─── Given data

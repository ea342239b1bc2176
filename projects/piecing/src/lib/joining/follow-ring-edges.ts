import type { PatternDocument, Point, Section, StraightGeometry } from '../document/pattern-schema';
import { circlesOfSections, distance, distanceToCircle, sweepRadToBulge, type Circle } from '../geometry/index';
import { CHORD_TOLERANCE_IN } from '../tolerance';

// Vertices this near a circle lie on it; chords whose middle is this near it follow it (inches).
const ON_CIRCLE_IN = 0.002;
const CHORD_MIDDLE_IN = 2 * CHORD_TOLERANCE_IN + 0.001;

/**
 * The document with every run of straight edges that follows the circle of an arc or wedge section
 * (vertices on the circle, each chord within the chord tolerance of it: an edge drawn against a ring as
 * a polyline) written as one curved edge with its bulge, so that `matchingMarks` marks it like a curved
 * edge. Only for finding marks: the outlines are the same within the chord tolerance. Sections without
 * such runs come back unchanged (the same objects).
 */
export function withRingEdgesAsCurves(doc: Pick<PatternDocument, 'sections'>): Pick<PatternDocument, 'sections'> {
  const circles = circlesOfSections(doc).filter((c) => c.edge !== 'curved-edge');
  if (circles.length === 0) return doc;
  return { sections: doc.sections.map((s) => (s.geometry.kind === 'straight' ? curveRuns(s, s.geometry, circles) : s)) };
}

function curveRuns(section: Section, g: StraightGeometry, circles: readonly Circle[]): Section {
  const n = g.vertices.length;
  const bulges = g.bulges ?? g.vertices.map(() => 0);
  // For each straight edge: the circle it follows (its ends on it, its middle within the chord tolerance).
  const follows = g.vertices.map((from, i) => {
    if (bulges[i] !== 0) return -1;
    const to = g.vertices[(i + 1) % n];
    const mid = { x: (from.x + to.x) / 2, y: (from.y + to.y) / 2 };
    return circles.findIndex((c) => distanceToCircle(from, c) <= ON_CIRCLE_IN && distanceToCircle(to, c) <= ON_CIRCLE_IN && distanceToCircle(mid, c) <= CHORD_MIDDLE_IN && distance(from, to) > 0);
  });
  // Start at an edge that begins a run (or follows none), so no run wraps past the end of the list.
  const start = follows.findIndex((c, i) => c !== follows[(i - 1 + n) % n]);
  if (start < 0) return section;
  const vertices: Point[] = [];
  const newBulges: number[] = [];
  let changed = false;
  let k = 0;
  while (k < n) {
    const i = (start + k) % n;
    const c = follows[i];
    let run = 1;
    while (c >= 0 && k + run < n && follows[(start + k + run) % n] === c) run++;
    const from = g.vertices[i];
    if (c >= 0 && run >= 2) {
      const circle = circles[c];
      let sweep = 0;
      for (let r = 0; r < run; r++) {
        const a = g.vertices[(i + r) % n];
        const b = g.vertices[(i + r + 1) % n];
        const da = Math.atan2(a.y - circle.centre.y, a.x - circle.centre.x);
        const db = Math.atan2(b.y - circle.centre.y, b.x - circle.centre.x);
        sweep += Math.atan2(Math.sin(db - da), Math.cos(db - da));
      }
      if (Math.abs(sweep) <= Math.PI) {
        vertices.push(from);
        newBulges.push(sweepRadToBulge(sweep));
        changed = true;
        k += run;
        continue;
      }
    }
    for (let r = 0; r < run; r++) {
      vertices.push(g.vertices[(i + r) % n]);
      newBulges.push(bulges[(i + r) % n]);
    }
    k += run;
  }
  if (!changed) return section;
  return { ...section, geometry: { kind: 'straight', vertices, bulges: newBulges } };
}
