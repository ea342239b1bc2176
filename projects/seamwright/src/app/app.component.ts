import { ChangeDetectionStrategy, Component, DestroyRef, computed, inject } from '@angular/core';
import { filter } from 'rxjs';
import { NavigationEnd, Router, RouterLink, RouterLinkActive, RouterOutlet } from '@angular/router';
import { MatIconModule, MatIconRegistry } from '@angular/material/icon';
import { MatToolbarModule } from '@angular/material/toolbar';
import { MatButtonModule } from '@angular/material/button';
import { MatMenuModule } from '@angular/material/menu';
import { MatTooltipModule } from '@angular/material/tooltip';
import { AuthService } from './core/auth.service';
import { ThemeService } from './core/theme.service';

/** The application shell: top bar with navigation, theme switch and account menu; the routed page. */
@Component({
  selector: 'sw-root',
  imports: [RouterOutlet, RouterLink, RouterLinkActive, MatToolbarModule, MatIconModule, MatButtonModule, MatMenuModule, MatTooltipModule],
  changeDetection: ChangeDetectionStrategy.OnPush,
  template: `
    <a class="sw-skip" href="#main">Skip to content</a>
    <mat-toolbar class="sw-topbar" role="banner">
      <a routerLink="/" class="sw-brand" aria-label="Seamwright home">
        <mat-icon aria-hidden="true">architecture</mat-icon>
        <span>Seamwright</span>
      </a>
      <nav class="sw-nav" aria-label="Main">
        @for (link of links(); track link.path) {
          <a mat-button [routerLink]="link.path" routerLinkActive="sw-active" ariaCurrentWhenActive="page">{{ link.label }}</a>
        }
      </nav>
      <!-- On a narrow screen (or a page zoomed to 400 %) the links fold into this menu. -->
      <button mat-icon-button type="button" class="sw-nav-fold" [matMenuTriggerFor]="mainMenu" aria-label="Main menu">
        <mat-icon aria-hidden="true">menu</mat-icon>
      </button>
      <mat-menu #mainMenu="matMenu">
        @for (link of links(); track link.path) {
          <a mat-menu-item [routerLink]="link.path" routerLinkActive="sw-active" ariaCurrentWhenActive="page">{{ link.label }}</a>
        }
      </mat-menu>
      <span class="sw-spacer"></span>
      <button
        mat-icon-button
        type="button"
        (click)="theme.toggle()"
        [attr.aria-label]="theme.theme() === 'dark' ? 'Use light theme' : 'Use dark theme'"
        [matTooltip]="theme.theme() === 'dark' ? 'Light theme' : 'Dark theme'"
      >
        <mat-icon aria-hidden="true">{{ theme.theme() === 'dark' ? 'light_mode' : 'dark_mode' }}</mat-icon>
      </button>
      @if (auth.user(); as user) {
        <button mat-button type="button" [matMenuTriggerFor]="account" class="sw-account" aria-label="Account menu">
          <mat-icon aria-hidden="true">account_circle</mat-icon>
          <span class="sw-account-name">{{ user.displayName }}</span>
        </button>
        <mat-menu #account="matMenu">
          <div class="sw-menu-who" role="presentation">{{ user.email }} · {{ user.role }}</div>
          <a mat-menu-item routerLink="/account/password"><mat-icon aria-hidden="true">key</mat-icon>Change password</a>
          <button mat-menu-item type="button" (click)="signOut()"><mat-icon aria-hidden="true">logout</mat-icon>Sign out</button>
        </mat-menu>
      } @else {
        <a mat-button routerLink="/sign-in">Sign in</a>
      }
    </mat-toolbar>
    <main id="main" class="sw-main" tabindex="-1"><router-outlet /></main>
  `,
  styles: `
    :host { display: flex; flex-direction: column; min-height: 100%; }
    .sw-brand { display: inline-flex; gap: 8px; align-items: center; color: inherit; text-decoration: none; font-weight: 500; margin-right: 16px; }
    .sw-nav { display: flex; gap: 4px; }
    .sw-nav-fold { display: none; }
    .sw-nav a { color: inherit; }
    .sw-nav a.sw-active { background: color-mix(in srgb, currentColor 16%, transparent); }
    .sw-spacer { flex: 1; }
    .sw-account { color: inherit; }
    .sw-menu-who { padding: 8px 16px; font-size: 0.85rem; opacity: 0.75; }
    .sw-main { flex: 1; width: 100%; box-sizing: border-box; padding: 24px; max-width: 1280px; margin: 0 auto; outline: none; }
    .sw-skip { position: absolute; left: -9999px; top: 0; z-index: 10; padding: 8px 12px; background: var(--mat-sys-surface); color: var(--mat-sys-on-surface); }
    .sw-skip:focus { left: 8px; top: 8px; }
    @media (max-width: 840px) {
      .sw-main { padding: 16px 12px; }
      .sw-account-name { display: none; }
      .sw-brand span { display: none; }
    }
    @media (max-width: 600px) {
      .sw-nav { display: none; }
      .sw-nav-fold { display: inline-flex; }
      .sw-brand { margin-right: 4px; }
      .sw-main { padding: 12px 8px; }
      .sw-topbar { padding: 0 4px; gap: 0; }
    }
  `,
})
export class AppComponent {
  protected readonly auth = inject(AuthService);
  protected readonly theme = inject(ThemeService);
  private readonly router = inject(Router);
  /** The main links, the same in the bar and in its folded menu. */
  protected readonly links = computed(() => [
    ...(this.auth.signedIn() ? [{ path: '/patterns', label: 'Patterns' }, { path: '/shop', label: 'Shop' }] : []),
    { path: '/scale-check', label: 'Scale check' },
    ...(this.auth.user()?.role === 'admin' ? [{ path: '/admin', label: 'Admin' }] : []),
  ]);

  constructor() {
    // Icons come from the shipped Material Symbols font, not from a web service.
    inject(MatIconRegistry).setDefaultFontSetClass('material-symbols-outlined');
    this.auth.load().subscribe({ error: () => undefined });
    this.focusMainOnPageChange();
  }

  /**
   * After moving to another page, keyboard and screen-reader users start at the page's content,
   * not at the top bar. Switching parts of one pattern keeps the focus where it is (on the tabs).
   */
  private focusMainOnPageChange(): void {
    let lastPage = '';
    const sub = this.router.events.pipe(filter((e): e is NavigationEnd => e instanceof NavigationEnd)).subscribe((e) => {
      const page = e.urlAfterRedirects.split(/[?#]/)[0].split('/').slice(0, 3).join('/');
      if (lastPage && page !== lastPage) document.getElementById('main')?.focus({ preventScroll: true });
      lastPage = page;
    });
    inject(DestroyRef).onDestroy(() => sub.unsubscribe());
  }

  protected signOut(): void {
    this.auth.signOut().subscribe(() => void this.router.navigate(['/sign-in']));
  }
}
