import type { JoinStepInput, Point } from '../document/pattern-schema';
import { distanceToSegment, locatePoint } from '../geometry/index';
import type { JoiningContext } from './joining-context';
import type { JoiningPlan } from './joining-types';

interface Candidate {
  id: string;
  instances: number[];
  /** How far the part lies from the centre of the block (0 when it covers it), in inches. */
  fromCentreIn: number;
  /** Place in the document of its first section, for ties. */
  order: number;
}

/**
 * The library's joining plan (docs/pattern-format.md#joining-plan): first the copies of every ring repeat
 * into rings (seams pressed clockwise); then, from the part at the centre of the block outward, the
 * touching part sharing the longest seam that can be sewn in one go (ties: nearer the centre, then
 * document order), each seam pressed toward the unit grown from the centre.
 *
 * Looking one join ahead (on patterns of up to 120 parts): a join that would leave a neighbour meeting
 * the grown unit round a corner or in two places (an inset) is put off; other parts that can be joined
 * with one seam are joined first (a row beside a row), those leaving no such neighbour first, then the
 * longest seam. Only when nothing can be sewn in one go does the plan take an inset, which
 * `checkJoiningPlan` then reports. Every section ends up in one unit.
 */
export function buildDefaultJoiningPlan(ctx: JoiningContext): JoiningPlan {
  const steps: JoinStepInput[] = [];
  const taken = new Set(ctx.sections.keys());
  const newId = (base: string): string => {
    const stem = base.slice(0, 58);
    let id = stem;
    for (let k = 2; taken.has(id); k++) id = `${stem}-${k}`;
    taken.add(id);
    return id;
  };
  const centre = ctx.blockCentre;
  let units: Candidate[] = [];
  for (const [sectionId, entry] of ctx.sections) {
    let id = sectionId;
    if (entry.section.ringRepeat) {
      id = newId(`ring-${sectionId}`);
      steps.push({ id, kind: 'ring', sectionId, press: 'clockwise' });
    }
    units.push({ id, instances: entry.instances.slice(), fromCentreIn: Math.min(...entry.instances.map((k) => distanceFromPoint(ctx.instances[k].ring, centre))), order: entry.index });
  }
  if (units.length === 0) return { steps };

  const unitOf = new Map<number, Candidate>();
  for (const u of units) for (const k of u.instances) unitOf.set(k, u);
  let current = units.reduce((best, u) => (u.fromCentreIn < best.fromCentreIn - 1e-9 ? u : best));
  let joinCount = 0;
  const join = (a: Candidate, b: Candidate): Candidate => {
    const id = newId(`join-${++joinCount}`);
    steps.push({ id, kind: 'join', a: a.id, b: b.id, press: 'a' });
    const merged: Candidate = { id, instances: [...a.instances, ...b.instances], fromCentreIn: Math.min(a.fromCentreIn, b.fromCentreIn), order: Math.min(a.order, b.order) };
    units = units.filter((u) => u !== a && u !== b);
    units.push(merged);
    for (const k of merged.instances) unitOf.set(k, merged);
    return merged;
  };
  const better = (x: { length: number; u: Candidate }, y: { length: number; u: Candidate } | undefined) =>
    !y || x.length > y.length + 1e-6 || (Math.abs(x.length - y.length) <= 1e-6 && (x.u.fromCentreIn < y.u.fromCentreIn - 1e-9 || (Math.abs(x.u.fromCentreIn - y.u.fromCentreIn) <= 1e-9 && x.u.order < y.u.order)));

  // Looking one join ahead costs a contact per neighbour per candidate: skipped on very large patterns.
  const lookAhead = units.length <= LOOK_AHEAD_MAX_UNITS;
  while (units.length > 1) {
    // 1. Grow the unit at the centre along its longest seam sewn in one go, preferring joins that leave
    //    no neighbour of the grown unit needing an inset.
    let best: { length: number; u: Candidate; trapped: number } | undefined;
    let touching: { length: number; u: Candidate } | undefined;
    const around = nearUnits(ctx, unitOf, current);
    for (const u of units) {
      if (!around.has(u)) continue;
      const c = ctx.contacts.contact(current.instances, u.instances);
      if (c.paths.length === 0) continue;
      const entry = { length: c.lengthIn, u };
      if (better(entry, touching)) touching = entry;
      if (!c.continuous) continue;
      const trapped = lookAhead ? trappedBy(ctx, unitOf, current, u) : 0;
      if (!best || trapped < best.trapped || (trapped === best.trapped && better(entry, best))) best = { ...entry, trapped };
    }
    if (best && best.trapped === 0) {
      current = join(current, best.u);
      continue;
    }
    // 2. Join two other parts that meet along one seam, so the centre can grow onto the unit they make
    //    (those that leave no neighbour needing an inset first, then the longest seam).
    let pair: { length: number; u: Candidate; v: Candidate; trapped: number } | undefined;
    // Built only when the pair search runs: on larger patterns it would be a map of every part per join.
    const place = units.length <= PAIR_SEARCH_MAX_UNITS ? new Map(units.map((u, i) => [u, i])) : new Map<Candidate, number>();
    for (const u of units.length <= PAIR_SEARCH_MAX_UNITS ? units : []) {
      if (u === current) continue;
      for (const v of nearUnits(ctx, unitOf, u)) {
        if (v === current || place.get(v)! < place.get(u)!) continue;
        const c = ctx.contacts.contact(u.instances, v.instances);
        if (!c.continuous) continue;
        const inner = u.fromCentreIn <= v.fromCentreIn ? u : v;
        const trapped = lookAhead ? trappedBy(ctx, unitOf, u, v) : 0;
        const entry = { length: c.lengthIn, u: inner };
        if (!pair || trapped < pair.trapped || (trapped === pair.trapped && better(entry, pair))) pair = { ...entry, v: inner === u ? v : u, trapped };
      }
    }
    if (pair && (!best || pair.trapped < best.trapped)) {
      join(pair.u, pair.v);
      continue;
    }
    if (best) {
      current = join(current, best.u);
      continue;
    }
    // 3. Nothing joins with one seam: take the longest inset onto the centre unit, else the nearest part.
    const next = touching?.u ?? nearestOther(units, current);
    current = join(current, next);
  }
  return { steps };
}

/** The part nearest the centre other than `current` (the first of equals), without copying the list. */
function nearestOther(units: readonly Candidate[], current: Candidate): Candidate {
  let best: Candidate | undefined;
  for (const u of units) if (u !== current && (!best || u.fromCentreIn < best.fromCentreIn)) best = u;
  return best!;
}

const LOOK_AHEAD_MAX_UNITS = 120;
// Searching all pairs of other parts costs a pass over every part per join: only on patterns up to this many parts.
const PAIR_SEARCH_MAX_UNITS = 300;

/** How many other parts would meet the unit of `a` and `b` only along a broken or cornered seam (an inset). */
function trappedBy(ctx: JoiningContext, unitOf: ReadonlyMap<number, Candidate>, a: Candidate, b: Candidate): number {
  const merged: Candidate = { ...a, instances: [...a.instances, ...b.instances] };
  const around = new Set([...nearUnits(ctx, unitOf, a), ...nearUnits(ctx, unitOf, b)]);
  let trapped = 0;
  for (const u of around) {
    if (u === a || u === b) continue;
    const c = ctx.contacts.contact(merged.instances, u.instances);
    if (c.paths.length > 0 && !c.continuous) trapped++;
  }
  return trapped;
}

/** The units with a copy near a copy of `u` (by the contact finder's neighbour lists). */
function nearUnits(ctx: JoiningContext, unitOf: ReadonlyMap<number, Candidate>, u: Candidate): Set<Candidate> {
  const out = new Set<Candidate>();
  for (const i of u.instances) {
    for (const j of ctx.contacts.neighbours(i)) {
      const v = unitOf.get(j);
      if (v && v !== u) out.add(v);
    }
  }
  return out;
}

/** Distance from `p` to the outline (0 when inside), in inches. */
function distanceFromPoint(ring: readonly Point[], p: Point): number {
  if (locatePoint(p, ring) !== 'outside') return 0;
  let d = Infinity;
  for (let i = 0; i < ring.length; i++) d = Math.min(d, distanceToSegment(p, ring[i], ring[(i + 1) % ring.length]));
  return d;
}
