describe('unwritable data folder (the folder replaced by a file)', () => {
  it('uploads into a folder that cannot be written: clear error, no crash, nothing stored', async () => {
    const server = await startServerProcess();
    started.push(server);
    const { client } = await signedInClient(server.baseUrl, 'designer', 'blocked');
    const made = await client.post('/api/patterns', { document: gridDocument('Blocked block', 2, 2, 2) });
    const id = made.json.pattern.id;
    const uploads = path.join(server.dataDir, 'uploads');
    fs.rmSync(uploads, { recursive: true, force: true });
    fs.writeFileSync(uploads, 'not a folder');

    const res = await client.request('POST', `/api/patterns/${id}/uploads`, { body: uploadForm(TINY_PNG) });
    expectClearStorageError(res, 'upload into an unwritable folder');
    expect(server.alive(), server.output()).toBe(true);
    const listed = await client.get(`/api/patterns/${id}/uploads`);
    expect(listed.json.items).toEqual([]);
    // The rest of the API carries on: saves go to the database, which is still writable.
    const saved = await client.put(`/api/patterns/${id}`, { baseRevision: 1, document: gridDocument('Blocked block 2', 2, 2, 2) });
    expect(saved.status, saved.text).toBe(200);
    expect(fs.readFileSync(uploads, 'utf8')).toBe('not a folder');

    // Put the folder back: uploads work again without a restart.
    fs.rmSync(uploads);
    const ok = await client.request('POST', `/api/patterns/${id}/uploads`, { body: uploadForm(TINY_PNG) });
    expect(ok.status, ok.text).toBe(201);
  });
});

describe('print sets on a full disk', () => {
  it('a PDF that does not fit on the disk holding the database: the set ends "failed" with a clear message, nothing half-written, the next one works', async () => {
    // The whole data folder — database, write-ahead log and print sets — on one small tmpfs, as on a
    // server with one disk.
    const dir = fs.mkdtempSync(path.join(os.tmpdir(), 'seamwright-print-disk-'));
    execFileSync('mount', ['-t', 'tmpfs', '-o', 'size=64m,mode=0700', 'tmpfs', dir], { stdio: 'pipe' });
    mounts.push(dir);
    const server = await startServerProcess({ dataDir: dir });
    started.push(server);
    const { client } = await signedInClient(server.baseUrl, 'designer', 'full-print');
    const made = await client.post('/api/patterns', { document: manySheetsDocument(40, 'Full disk print') });
    expect(made.status, made.text).toBe(201);
    const id = made.json.pattern.id;
    const request = () => client.post(`/api/patterns/${id}/print-sets`, { options: { copies: 'single' } });

    // With room: the PDF's size, S.
    const roomy = await request();
    const done = await settle(client, id, roomy.json.printSet.id);
    expect(done.status, done.error ?? '').toBe('done');
    const pdfBytes: number = done.bytes;

    // The write-ahead log emptied (so the set's own rows need fresh space, as on a disk that filled up
    // over time), then the disk filled to leave S / 2: room for the set's rows and progress, not its PDF.
    const direct = new Database(path.join(dir, 'seamwright.db'));
    expect((direct.pragma('wal_checkpoint(TRUNCATE)') as { busy: number }[])[0].busy).toBe(0);
    direct.close();
    const free = Math.floor(pdfBytes / 2);
    const filler = path.join(dir, 'filler');
    fs.truncateSync(filler, fillDisk(filler) - free);
    const filesBefore = listFiles(path.join(dir, 'print-sets'));
    const first = await request();
    expect(first.status, first.text).toBe(202);
    // The set's own progress writes may use up the little space left, so that even its failure cannot
    // be written at once. Such a failure must be written once there is room again: the disk gets its
    // space back after a while, and from then on the set must end "failed" — never stay rendering.
    let failed = await settle(client, id, first.json.printSet.id, 60_000).catch(() => undefined);
    const whileFull = failed?.status ?? 'not settled while the disk was full';
    fs.rmSync(filler);
    failed ??= await settle(client, id, first.json.printSet.id, 60_000);
    console.log(`print set of a ${pdfBytes}-byte PDF with ${free} bytes left on the database's disk: ${whileFull}; then ${failed.status}, "${failed.error}"`);
    expect(failed.status).toBe('failed');
    expect(failed.error).toMatch(CLEAR_STORAGE_ERROR);
    expect(failed.sha256).toBeNull();
    expect(server.alive(), server.output()).toBe(true);
    const download = await client.get(`/api/patterns/${id}/print-sets/${first.json.printSet.id}/file`);
    expect(download.status).toBe(409);
    expectCleanAnswer(download, 'download of a failed print set');
    // Nothing half-written stays on the full disk.
    expect(listFiles(path.join(dir, 'print-sets'))).toEqual(filesBefore);

    // Space again: the next print set renders and stores a whole file.
    const second = await request();
    expect((await settle(client, id, second.json.printSet.id)).status).toBe('done');
    await server.kill('SIGKILL');
    const rows = withReadOnlyDatabase(server.dataDir, (db) =>
      db.prepare('SELECT id, status, storage_path AS p, sha256, bytes FROM print_sets ORDER BY created_at').all() as { id: string; status: string; p: string; sha256: string; bytes: number }[],
    );
    // The failure is stored, not only answered: it survives a kill.
    expect(rows.map((r) => [r.id, r.status])).toEqual([
      [roomy.json.printSet.id, 'done'],
      [first.json.printSet.id, 'failed'],
      [second.json.printSet.id, 'done'],
    ]);
    for (const row of [rows[0], rows[2]]) {
      expect(sha256OfFile(path.join(server.dataDir, row.p))).toBe(row.sha256);
      expect(fs.statSync(path.join(server.dataDir, row.p)).size).toBe(row.bytes);
    }
  });
});


/** Polls a print set until it is done or failed (bounded: 3 minutes unless told). */
async function settle(client: Awaited<ReturnType<typeof signedInClient>>['client'], patternId: string, setId: string, withinMs = 180_000) {
  for (let i = 0; i < withinMs / 200; i++) {
    const res = await client.get(`/api/patterns/${patternId}/print-sets/${setId}`);
    const set = res.json?.printSet;
    if (set && (set.status === 'done' || set.status === 'failed')) return set;
    await new Promise((r) => setTimeout(r, 200));
  }
  throw new Error(`print set ${setId} did not settle within ${withinMs / 1000} s`);
}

──────

» About this exercise
Once the line containing "or wedge section" has been written out, please stop; every line before it, back to the first line of the records above, should be given exactly.

» Solution
repository ea342239b1bc2176
filename projects/piecing/src/lib/joining/follow-ring-edges.ts
import type { PatternDocument, Point, Section, StraightGeometry } from '../document/pattern-schema';
import { circlesOfSections, distance, distanceToCircle, sweepRadToBulge, type Circle } from '../geometry/index';
import { CHORD_TOLERANCE_IN } from '../tolerance';

// Vertices this near a circle lie on it; chords whose middle is this near it follow it (inches).
const ON_CIRCLE_IN = 0.002;
const CHORD_MIDDLE_IN = 2 * CHORD_TOLERANCE_IN + 0.001;

/**
 * The document with every run of straight edges that follows the circle of an arc or wedge section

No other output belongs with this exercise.